(Problem details): Beginning with the first line, copy out each line of the material until the line containing "cohort: what was" has been copied as well.

(Available data):
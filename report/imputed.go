package report

import (
	"fmt"
	"math"
	"strings"

	"github.com/riskaudit/riskaudit/validate"
)

// ImputedSection is the heading of the section on multiply imputed data.
const ImputedSection = "Multiply imputed data"

// imputed writes the section on a multiply imputed cohort: what was
// pooled and how, the pooled measures with their variance parts, the
// averaged measures (labelled as averages), each imputation's measures,
// and why the pooled figures differ from a complete-case analysis.
func (r *renderer) imputed() {
	im := r.a.Imputation
	if im == nil {
		return
	}
	r.p("## %s\n\n", ImputedSection)
	from := fmt.Sprintf("the %d files given", im.M)
	if im.Column != "" {
		from = fmt.Sprintf("one file, numbered in its column %s", code(im.Column))
	}
	r.p("The cohort came as %d completed datasets (imputations) of the same %d patients, from %s. ", im.M, im.Rows, from)
	if im.PatientsImputed >= 0 {
		r.p("In %d patients at least one of the model's predictor values differs between the imputations: those values were imputed (a value imputed alike in every imputation would not be seen). ", im.PatientsImputed)
	}
	r.p("The model scored every imputation, and every measure was taken in each. " +
		"The AUC (on the logit scale), O/E (on the log scale), calibration-in-the-large, the calibration slope and the Brier score are pooled by Rubin's rules: " +
		"the pooled value is their average across the imputations; its total variance is the average variance within an imputation plus the variance between the imputations, " +
		"the latter inflated a little for the finite number of imputations; and the 95%% interval is a t interval on Barnard and Rubin's degrees of freedom. " +
		"An interval is therefore wider, the more the imputations disagree. " +
		"The fraction of missing information says what share of a measure's uncertainty the missing values cause. " +
		"The figures at the top of this report are these pooled values. " +
		"ICI, E50, E90, Emax, the scaled Brier score and net benefit have no usable variance: they are averages across the imputations, and the calibration curve is the average of the per-imputation curves. " +
		"The Hosmer–Lemeshow test, the risk groups, the ROC curve, the classification table and the risk histogram are the first imputation's.\n\n")
	t := table{head: []string{"pooled measure", "estimate (95% CI)", "within-imputation variance", "between-imputation variance", "total variance", "df", "fraction of missing information", "scale"}}
	for _, m := range imputedMeasures(im) {
		p := m.pm
		if p.Note != "" {
			t.add(m.name, Escape(p.Note), "", "", "", "", "", p.Scale)
			continue
		}
		t.add(m.name, fmt.Sprintf("%s (%s)", num(p.Estimate, m.format), Interval(p.CI, m.format, "")),
			small(p.WithinVariance), small(p.BetweenVariance), small(p.TotalVariance), num(p.DF, "%.1f"), num(p.FMI, "%.3f"), p.Scale)
	}
	t.write(r.w)
	r.p("The variances are on the scale named, the one on which each measure is pooled.\n\n")
	at := table{head: []string{"averaged measure", "average", "lowest imputation", "highest imputation"}}
	av := im.Averaged
	for _, m := range []struct {
		name string
		v    validate.AveragedMeasure
	}{{"ICI", av.ICI}, {"E50", av.E50}, {"E90", av.E90}, {"Emax", av.Emax}, {"scaled Brier score", av.ScaledBrier}} {
		at.add(m.name+" (average)", f4(m.v.Average), f4(m.v.Min), f4(m.v.Max))
	}
	at.write(r.w)
	r.p("The net benefit in the section on clinical usefulness is likewise the average across the imputations.\n\n")
	pt := table{head: []string{"imputation", "AUC", "O/E", "CITL", "slope", "Brier"}}
	p := im.Pooled
	for j, label := range im.Labels {
		pt.add(code(label), f3(p.AUC.PerImputation[j]), f3(p.OE.PerImputation[j]), f3(p.CITL.PerImputation[j]), f3(p.Slope.PerImputation[j]), f4(p.Brier.PerImputation[j]))
	}
	pt.write(r.w)
	r.completeCase(im)
}

// completeCase explains in one paragraph why the pooled figures differ
// from a complete-case analysis, and sets the two side by side.
func (r *renderer) completeCase(im *validate.Imputation) {
	cc := im.CompleteCase
	if cc == nil {
		return
	}
	r.p("**Why the pooled figures differ from a complete-case analysis.** A complete-case analysis would keep only the %d patients without any imputed value (%d events) and leave out the other %d. "+
		"When values are missing at random — their absence depending on what was recorded, such as age or the outcome itself — the patients kept are not a random sample of the cohort: "+
		"if patients with the event, say, more often lack a value, the complete cases hold fewer events than the cohort, and O/E and calibration-in-the-large drift away from the cohort's. "+
		"The pooled figures keep every patient and carry the uncertainty of the imputed values in their wider intervals. "+
		"They are sound if the imputation model is right (the values missing at random given what it used, with the outcome among its variables), which the data cannot show; "+
		"a large difference between the two columns says the missing values matter, not which column is right if the imputation model was wrong.\n\n",
		cc.N, cc.Events, im.Rows-cc.N)
	if cc.Note != "" {
		r.p("Note: %s.\n\n", cc.Note)
		return
	}
	t := table{head: []string{"compared measure", "pooled, all patients", "complete cases only"}}
	p := im.Pooled
	t.add("AUC", f3(p.AUC.Estimate), f3(cc.AUC))
	t.add("O/E", f3(p.OE.Estimate), f3(cc.OE))
	t.add("calibration-in-the-large", f3(p.CITL.Estimate), f3(cc.CITL))
	t.add("calibration slope", f3(p.Slope.Estimate), f3(cc.Slope))
	t.add("Brier score", f4(p.Brier.Estimate), f4(cc.Brier))
	t.write(r.w)
}

type namedImputed struct {
	name, format string
	pm           validate.ImputedMeasure
}

func imputedMeasures(im *validate.Imputation) []namedImputed {
	p := im.Pooled
	return []namedImputed{{"AUC", "%.3f", p.AUC}, {"O/E", "%.3f", p.OE}, {"calibration-in-the-large", "%.3f", p.CITL},
		{"calibration slope", "%.3f", p.Slope}, {"Brier score", "%.4f", p.Brier}}
}

// small writes a variance in fixed point with three significant digits
// (at least three decimals), so that a variance of 2.2e-05 reads
// 0.0000220; 0 is 0.000.
func small(v float64) string {
	if !finite(v) || v == 0 {
		return num(v, "%.3f")
	}
	d := max(3, 2-int(math.Floor(math.Log10(math.Abs(v)))))
	return num(v, fmt.Sprintf("%%.%df", d))
}

// imputedMethods is the methods' item on multiple imputation.
func (r *renderer) imputedMethods() []string {
	if r.a.Imputation == nil {
		return nil
	}
	return []string{strings.Join([]string{
		"Multiply imputed cohort: every measure in every imputation, pooled by Rubin's rules (Rubin 1987) on the scales of the pooling across clusters — logit AUC with DeLong's variance by the delta method, ln O/E with variance (1 − O/n)/O, calibration-in-the-large and slope with their fits' variances, the Brier score with the variance of the mean squared error — as Marshall et al. (2009) and Wood, Royston & White (2015) advise for measures of performance;",
		"t intervals on the Barnard & Rubin (1999) degrees of freedom (the complete-data degrees of freedom: the patients less the measure's parameters), the fraction of missing information as van Buuren (2018) gives it;",
		"with clusters, each measure pooled within each cluster across imputations first, then meta-analysed across clusters.",
	}, " ")}
}

// imputedLine is the command line's summary line on the imputations, or
// "" for a cohort that was not imputed.
func imputedLine(im *validate.Imputation) string {
	if im == nil {
		return ""
	}
	s := fmt.Sprintf("imputed     %d completed datasets pooled by Rubin's rules", im.M)
	if im.PatientsImputed >= 0 {
		s += fmt.Sprintf("; %d of %d patients had a predictor imputed", im.PatientsImputed, im.Rows)
	}
	return s
}
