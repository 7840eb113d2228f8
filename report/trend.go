package report

import (
	"fmt"
	"io"

	"github.com/riskaudit/riskaudit/plots"
	"github.com/riskaudit/riskaudit/trend"
)

// WriteTrend renders the trend report of an audit history.
func WriteTrend(w io.Writer, tr *trend.Trend, source string, figures []plots.Figure) error {
	ew := &errWriter{w: w}
	r := &renderer{w: ew, figs: map[string]plots.Figure{}}
	for _, f := range figures {
		r.figs[f.Name] = f
	}
	r.p("# Audit trend\n\n")
	r.p("%d audits recorded in %s, from %s to %s.\n\n", len(tr.Points), code(source), tr.Points[0].Date, tr.Points[len(tr.Points)-1].Date)
	if tr.FirstOutside >= 0 {
		p := tr.Points[tr.FirstOutside]
		r.p("**The audit of %s is the first whose O/E (%s) lies outside its 99.8%% control limits (%s)**: the drift in calibration is larger than chance explains at that audit's size.\n\n",
			p.Date, f3(p.Record.OE[0]), Interval(p.Limit998, "%.3f", ""))
	} else {
		r.p("Every audit's O/E lies within its 99.8%% control limits: no calibration drift beyond chance.\n\n")
	}
	r.p("Control limits for O/E are funnel-type limits that widen for smaller audits: under a well-calibrated model the observed events are about Poisson with mean E, the expected events, so O/E has variance 1/E and the limits are 1 ± z/√E, z = 1.96 (95%%) and 3.09 (99.8%%) (Spiegelhalter 2005). They use the normal approximation, adequate from about 20 expected events.\n\n")
	t := table{head: []string{"audit date", "cohort", "patients", "events", "expected", "AUC (95% CI)", "O/E (95% CI)", "99.8% limits", "slope", "CITL", "verdict"}}
	for i, p := range tr.Points {
		rec := p.Record
		flag := ""
		if p.Outside {
			flag = " **outside**"
		}
		if i == tr.FirstOutside {
			flag = " **first outside**"
		}
		t.add(rec.AuditDate, code(rec.Cohort), fmt.Sprint(rec.Used), fmt.Sprint(rec.Events), num(rec.Expected, "%.1f"),
			fmt.Sprintf("%s (%s)", f3(rec.AUC[0]), interval([2]float64{rec.AUC[1], rec.AUC[2]}, "%.3f", "–", "")),
			fmt.Sprintf("%s (%s)%s", f3(rec.OE[0]), interval([2]float64{rec.OE[1], rec.OE[2]}, "%.3f", "–", ""), flag),
			interval(p.Limit998, "%.3f", "–", ""),
			f3(rec.Slope[0]), f3(rec.CITL[0]), rec.Verdict)
	}
	t.write(r.w)
	for _, f := range figures {
		r.figure(f.Name)
	}
	r.p("## Caution\n\n%s\n", cautionText)
	return ew.err
}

(Response):
filename report/imputed.go
package report

import (
	"fmt"
	"math"
	"strings"

	"github.com/riskaudit/riskaudit/validate"
)

// ImputedSection is the heading of the section on multiply imputed data.
const ImputedSection = "Multiply imputed data"

// imputed writes the section on a multiply imputed cohort: what was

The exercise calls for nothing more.